その話を聞いて新人の如月健司は気付かれないように溜め息を吐いた。
なんとも複雑な気持ちになる。
この複雑な気持ち、言葉に表すことも出来なければ、それ自体が何故健司に溜め息を吐かせるのかも謎。謎を謎のまま放置するのは健司の性分ではないが、これに答えは見つけられるのだろうか、という思いもある。
浮かぶのは先日会った少年陰陽師こと恭仁京上総の照れ隠し。頭を撫でられ慣れていないと云っていた。早くに父親を亡くしたからだろうか、それによって幼い時分から跡継ぎとして自覚させられ、同年代の子供達のような楽しくも穏やかな環境にないからか。
跡継ぎとは――こんな歳の子供にも云うべき事なのか。大人になってから、とか、もっと成長してから、とか。
ツキリ、と胸が痛んだ。
『先生、如月先生。どうなさったんです、溜め息をついて。会議中ですよ』
小声で肘を小突つかれた。
隣の席に座る真柴幸子は、健司の一つ歳上で昨年新人教師として、この中学校に赴任して来た女教師である。
担当科目は音楽。
『すみません』
苦笑して健司は話を続けている教頭に視線を向けて、幸子との会話を遮断した。どうにも健司は幸子が苦手なのである。
何かと健司に対して世話を焼きたがるし、席が自由にも関わらず会議の時は必ず隣に座る。
そもそも大事な会議中に話し掛けて来ないでほしいし、幸子がこちらを見ているのは気配で分かってしまう。
『それでは、今日はこれまでにしましょう』
すらりとした体型の校長が告げた。
四十前半という校長にしては若い年齢だが、何より他が渋る上総の入学を率先して自分の中学校に受け入れた。

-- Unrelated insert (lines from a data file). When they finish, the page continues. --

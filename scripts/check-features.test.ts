import { expect, it } from 'vitest';
import { treeOf } from './audit.ts';
import { audit } from './check-features.ts';

const call = "import { listJobs } from '@farlug/contract/routes';";
const sound = {
  'packages/contract/src/routes/index.ts': '',
  'packages/contract/src/routes/jobs.ts': '',
  'apps/api/src/features/jobs/jobs-routes.ts': '',
  'apps/web/src/features/jobs/api/use-jobs.ts': call,
  'apps/web/src/features/one-line/drawing.tsx': "import { rows } from '../../job/rows.ts';",
};

it('accepts one name everywhere, and views that call no route', () => {
  expect(audit.find(treeOf(sound))).toEqual([]);
});

it.each([
  ['a feature that the api lacks', 'packages/contract/src/routes/firm.ts', ''],
  ['a feature that the contract lacks', 'apps/api/src/features/firm/firm-routes.ts', ''],
  ['a feature of the web with another name', 'apps/web/src/features/projects/list.tsx', call],
])('finds %s', (_what, file, text) => {
  expect(audit.find(treeOf({ ...sound, [file]: text }))).toHaveLength(1);
});

it('finds that there is none', () => {
  expect(audit.find(treeOf({}))).toHaveLength(1);
});
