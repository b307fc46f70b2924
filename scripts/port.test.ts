import { createServer, type Server } from 'node:net';
import { afterEach, expect, it } from 'vitest';
import { freePort, portNumber, portProblem } from './port.mjs';

let taken: Server | undefined;
afterEach(() => new Promise<void>((resolve) => (taken ? taken.close(() => resolve()) : resolve())));

it('says that a port is in use and which other to try', async () => {
  const port = await freePort();
  taken = createServer();
  await new Promise<void>((resolve) => taken?.listen(port, '127.0.0.1', resolve));
  expect(await portProblem(String(port))).toBe(
    `Port ${port} is already in use. Stop the program that uses it, or choose another: PORT=${port + 1} npm start`,
  );
});

it('finds nothing wrong with a free port', async () => {
  expect(await portProblem(String(await freePort()))).toBeUndefined();
});

it.each(['eight', '0', '70000', '80.5'])('refuses PORT=%s', async (text) => {
  expect(await portProblem(text)).toBe(`PORT is "${text}": it must be a whole number from 1 to 65535.`);
});

it('takes 8440 where none is given', () => {
  expect([portNumber(undefined), portNumber(''), portNumber('9000')]).toEqual([8440, 8440, 9000]);
});
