import type { Audit, Tree } from './audit.ts';

function problemsOf(tree: Tree, file: string): string[] {
  let content: unknown;
  try {
    content = JSON.parse(tree.read(file));
  } catch {
    return [`${file}: it is not JSON`];
  }
  const source = (content as { source?: unknown } | null)?.source;
  const said = typeof source === 'string' ? source : JSON.stringify(source ?? '');
  return said.replace(/[^\p{L}]/gu, '').length >= 8
    ? []
    : [`${file}: "source" must say where the numbers come from`];
}

export const audit: Audit = {
  name: 'every reference number says where it comes from',
  find: (tree) => {
    const files = tree.files.filter((file) => /^fixtures\/reference\/.+\.json$/.test(file));
    if (files.length === 0) return ['fixtures/reference: there is no reference value'];
    return files.flatMap((file) => problemsOf(tree, file));
  },
};
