import { type Audit, lines } from './audit.ts';

// Each pattern is written so that it does not find itself.
const unwanted: { pattern: RegExp; why: string }[] = [
  {
    pattern: /lec[t]ure|trans[c]ript\b|home[w]ork|problem [s]et/i,
    why: 'this is a working tool, not a study aid',
  },
  { pattern: /(?<!\b(?:of|in the|in due) )\bcour[s]es?\b/i, why: 'this is a working tool, not a study aid' },
  { pattern: /(?<![\w.])\/(?:wor[k]|roo[t]|hom[e])\/\w/, why: 'a path of one machine' },
  {
    pattern: /registry\.[n]pm|deb\.[d]ebian|\/\/[\w.-]*[n]pmjs\.(?:org|com)/i,
    why: 'the host of a registry',
  },
  {
    pattern: /sub-?[a]gents?\b|\b(?:[i]ssue|[t]icket) #?\d/i,
    why: 'how the work was organised, not what it does',
  },
  {
    pattern: /(?:placeholder|dummy) [d]ata|[l]orem ipsum|coming [s]oon|not yet [i]mplemented/i,
    why: 'unfinished work',
  },
  {
    pattern: /\b(?:TO[D]O|FIX[M]E|HA[C]K)\b|\bXX[X]\b/,
    why: 'unfinished work: finish it, or say it in a decision',
  },
];

const read = /\.(ts|tsx|mjs|css|sh|sql|md|json|yml|yaml|html|svg|csv|toml)$|^\.ci\/|Dockerfile/;

export const audit: Audit = {
  name: 'no text speaks of anything but the product',
  find: (tree) =>
    tree.files
      .filter((file) => read.test(file) && !/migrations\/meta\//.test(file))
      .flatMap((file) => lines(tree, file))
      .flatMap(({ at, text }) =>
        unwanted
          .filter(({ pattern }) => pattern.test(text))
          .map(({ why }) => `${at}: ${why}: ${text.trim().slice(0, 100)}`),
      ),
};
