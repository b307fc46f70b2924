// `npm run new:feature -- NAME`: the same small feature in contract, db, api and web, and what remains to be said.
import { existsSync, mkdirSync, writeFileSync } from 'node:fs';
import path from 'node:path';
import { featureFiles } from './feature-files.ts';
import { root } from './gate/stage.ts';

const name = process.argv[2] ?? '';

function problem(files: Record<string, string>): string | undefined {
  if (!/^[a-z]+(?:-[a-z]+)*$/.test(name))
    return 'Give the feature a kebab-case name: npm run new:feature -- price-book';
  const taken = Object.keys(files).find((file) => existsSync(path.join(root, file)));
  return taken && `${taken} exists already: nothing was written.`;
}

const files = featureFiles(name);
const wrong = problem(files);
if (wrong) {
  process.stderr.write(`${wrong}\n`);
  process.exitCode = 64;
} else {
  for (const [file, text] of Object.entries(files)) {
    mkdirSync(path.dirname(path.join(root, file)), { recursive: true });
    writeFileSync(path.join(root, file), text);
    process.stdout.write(`${file}\n`);
  }
  process.stdout.write(`
Now say where it belongs; npm run check names what is forgotten:
  packages/contract/src/routes/index.ts   export the routes, and add them to ALL_ROUTES
  packages/db/src/schema/index.ts         export the table; packages/db/src/index.ts export its queries
  packages/db/src/tables.ts               list the table among the tenant tables
  npm run db:generate -- --name add_${name.replaceAll('-', '_')}
  npm run db:generate -- --custom --name isolate_${name.replaceAll('-', '_')}
                                          force row-level security and grant what the roles may do, as 0001 does
  apps/api/src/app.ts                     register the feature
  apps/web/src/routes/                    show it on a page
`);
}
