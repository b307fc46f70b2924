import { parse } from 'yaml';
import type { Audit, Tree } from './audit.ts';

interface Service {
  image?: string;
  command?: string[];
  environment?: Record<string, string | number>;
  depends_on?: Record<string, unknown> | string[];
}

const needed = ['postgres', 'migrate', 'api', 'worker', 'mail'];
const file = 'docker-compose.yml';

function servicesOf(tree: Tree): Record<string, Service> | string {
  if (!tree.files.includes(file)) return `${file}: it is missing`;
  try {
    return parse(tree.read(file), { merge: true })?.services ?? {};
  } catch (error) {
    return `${file}: ${error instanceof Error ? error.message : String(error)}`;
  }
}

function problemsOf(tree: Tree, name: string, service: Service): string[] {
  const problems: string[] = [];
  const [entry] = service.command ?? [];
  if (entry !== undefined && !tree.files.includes(entry))
    problems.push(`${name} runs ${entry}, which does not exist`);
  for (const [key, value] of Object.entries(service.environment ?? {})) {
    const secret = /(?:PASSWORD|SECRET)$/.test(key) || /:\/\/[^@/]*:[^@/]*@/.test(String(value));
    if (secret && !/\$\{\w+/.test(String(value)))
      problems.push(`${name} holds a secret in ${key}: take it from the environment`);
    if (key === 'FARLUG_LOCAL')
      problems.push(`${name} sets ${key}: the demo accounts and the mailbox page are for one machine`);
  }
  if (/(?:api|worker)/.test(name) && /farlug_owner/.test(String(service.environment?.DATABASE_URL))) {
    problems.push(`${name} connects as the owner, to whom row-level security does not apply`);
  }
  return problems.map((problem) => `${file}: ${problem}`);
}

export const audit: Audit = {
  name: 'the deployment runs what exists, without secrets of its own',
  find: (tree) => {
    const services = servicesOf(tree);
    if (typeof services === 'string') return [services];
    return [
      ...needed.filter((name) => !services[name]).map((name) => `${file}: there is no service "${name}"`),
      ...Object.entries(services).flatMap(([name, service]) => problemsOf(tree, name, service)),
    ];
  },
};
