// Starts a PostgreSQL cluster of the project's own and stops it when the last process that needed it is done.
// Each user leaves a lease named after its process, so that two test runs side by side, or one that was killed,
// neither stop a cluster under somebody else's feet nor leave it running for ever.
import { spawn } from 'node:child_process';
import { mkdirSync, readdirSync, rmSync, writeFileSync } from 'node:fs';
import path from 'node:path';
import { fileURLToPath } from 'node:url';

const root = path.resolve(path.dirname(fileURLToPath(import.meta.url)), '..');
const script = path.join(root, 'scripts/pg.sh');

/** @type {Record<'work' | 'test', Record<string, string>>} */
const settings = {
  work: {},
  test: { PG_FAST: '1', PG_PORT: '54429', PG_DB: 'farlug_test' },
};

let taken = 0;

/** @type {Set<() => Promise<void>>} */
const held = new Set();

/** For whoever is told to stop in the middle of its work. */
export async function releaseClusters() {
  await Promise.all([...held].map((release) => release()));
}

/** @param {'work' | 'test'} kind */
function environment(kind) {
  const env = { ...process.env, ...settings[kind] };
  if (kind === 'work') delete env.PG_FAST;
  return env;
}

/**
 * Runs the script outside the terminal's process group: Ctrl-C must not break off a start half way.
 * @param {string} command
 * @param {NodeJS.ProcessEnv} env
 * @returns {Promise<string>}
 */
function run(command, env) {
  return new Promise((resolve, reject) => {
    const child = spawn('bash', [script, command], {
      cwd: root,
      env,
      stdio: ['ignore', 'pipe', command === 'start' ? 'inherit' : 'ignore'],
      detached: true,
    });
    let printed = '';
    child.stdout?.on('data', (chunk) => {
      printed += chunk;
    });
    child.once('error', reject);
    child.once('close', (code) =>
      code === 0
        ? resolve(printed.trim())
        : reject(new Error(`scripts/pg.sh ${command} ended with code ${code}`)),
    );
  });
}

/**
 * @param {'work' | 'test'} kind
 * @param {string} command
 * @param {Record<string, string>} more
 */
async function pg(kind, command, more = {}) {
  const env = { ...environment(kind), ...more };
  if (kind === 'test') env.PG_DIR = await testDirectory();
  return run(command, env);
}

// As root the server runs as user postgres, who cannot enter every home directory: the script knows where then.
async function testDirectory() {
  return `${await run('where', { ...process.env, PG_FAST: '' })}-test`;
}

/** @param {number} pid */
function alive(pid) {
  try {
    process.kill(pid, 0);
    return true;
  } catch (error) {
    return /** @type {NodeJS.ErrnoException} */ (error).code === 'EPERM';
  }
}

/** @param {string} leases */
function holders(leases) {
  const names = readdirSync(leases);
  const living = names.filter((name) => alive(Number.parseInt(name, 10)));
  for (const name of names) if (!living.includes(name)) rmSync(path.join(leases, name), { force: true });
  return { living: living.length, ever: names.length };
}

/**
 * @param {'work' | 'test'} kind
 * @returns {Promise<{ url: string, release: () => Promise<void> }>} the owner's URL, and how to say that it is no longer needed
 */
export async function useCluster(kind) {
  const leases = path.join(root, '.data/leases', kind);
  mkdirSync(leases, { recursive: true, mode: 0o755 });
  const running = await pg(kind, 'status').then(
    () => true,
    () => false,
  );
  const startedByHand = running && holders(leases).ever === 0;
  const lease = path.join(leases, `${process.pid}-${taken++}`);
  if (!startedByHand) writeFileSync(lease, '');
  const starting = pg(kind, 'start');
  const release = async () => {
    held.delete(release);
    await starting.catch(() => {});
    rmSync(lease, { force: true });
    if (!startedByHand && holders(leases).living === 0) await pg(kind, 'stop');
  };
  held.add(release);
  return { url: await starting, release };
}

/**
 * An empty database in the running test cluster, for the journeys.
 * @param {string} name
 * @returns {Promise<string>} the owner's URL
 */
export function emptyTestDatabase(name) {
  return pg('test', 'renew', { PG_DB: name });
}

実績もある遣り手の校長は会議終了の宣言をしてすぐに健司を見るとニッコリと微笑みを湛えながら、会議室の片付けをするように告げた。
一番の新人で男ということもあり、使い勝手が良い。
会議毎にこうして片付けを任せられる。
茶菓子の用意はベテランの女教師が数名でワイワイ井戸端会議よろしく支度をするが、その食器を後片付けするのは健司一人でしている。
最初を手伝わない代わりに。
『如月先生、いつも悪いね』
『いえ』
教頭と遠藤頼子が近寄って来て近くの茶菓子を纏めてくれた。
『今から皆さんと居酒屋に行くんだけど、如月先生もどうかな?』
赴任してから度々誘われる。
行く場所は決まっていて、居酒屋『酒呑 』である。
学校から歩いて数分の距離にあって、ここの教師達は常連になっていた。
世界各国の酒を取り揃えていて店主の拘りを感じる人知れた居酒屋だ。
常連は元より他方から噂を聞き付けた酒好きが毎夜訪れて、厳選された酒と旨いつまみに花を咲かせる。
あまり酒を好まない健司ですら、連れて行かれてからは一人でも通う程『酒呑』に惚れてしまったのである。店主が相棒と豪語している人物が作る料理が何より美味しいし、店主は赤毛で一見恐そうだが話してみれば気さくで笑い上戸だ。常連の中には店主と話したくて来る者も多いだろう。
教頭から誘われて、健司は喜んだ。
『いつもの所ですね? 片付けを終わらせて向かいますので先に行っていてください』
教頭も頼子も会議で健司が暗い顔をしていたことに気付いている。
何より生徒を大切にする新人なだけに、上総を学校に迎え入れないことに心を痛めているのだと、理解してくれていた。
『それじゃ』
『早く来るのよ?』
二人は軽く手を振りながら会議室から出て行った。
一人ポツンと残った健司は、ヨシ、と意気込み腕捲りをすると長机を畳んでは積み重ねていく作業に取り掛かった。単純だが、体力を使う。
エアコンを会議終了と同時に切ってしまったことを後悔しながら、額の汗を拭った。
『先生』
背後から声がして、健司は驚いて振り返った。
『び、びっくりした!! まだいらっしゃったんですか?』
真柴幸子が真後ろに立ち、しゃがんでいた健司を見下ろしていたのだ。
『驚いた顔も、可愛い』
『は?』
幸子は頬を赤く染めている。
夕焼けのせいではない。ようだ。
『お手伝いします』
『あ、いえ、大丈夫ですよ』
反射的に健司は立ち上がり、幸子と距離を取ろうとしたのだが、幸子はピタリと健司の後を付いてくる。
『この後皆さんと呑みに行くんですか?』
『ええ、そうです』
『そっか、じゃ私も行こうかな』
『はぁ?』
チラリと見てくる幸子の意図が汲めず、首を傾げるしかない。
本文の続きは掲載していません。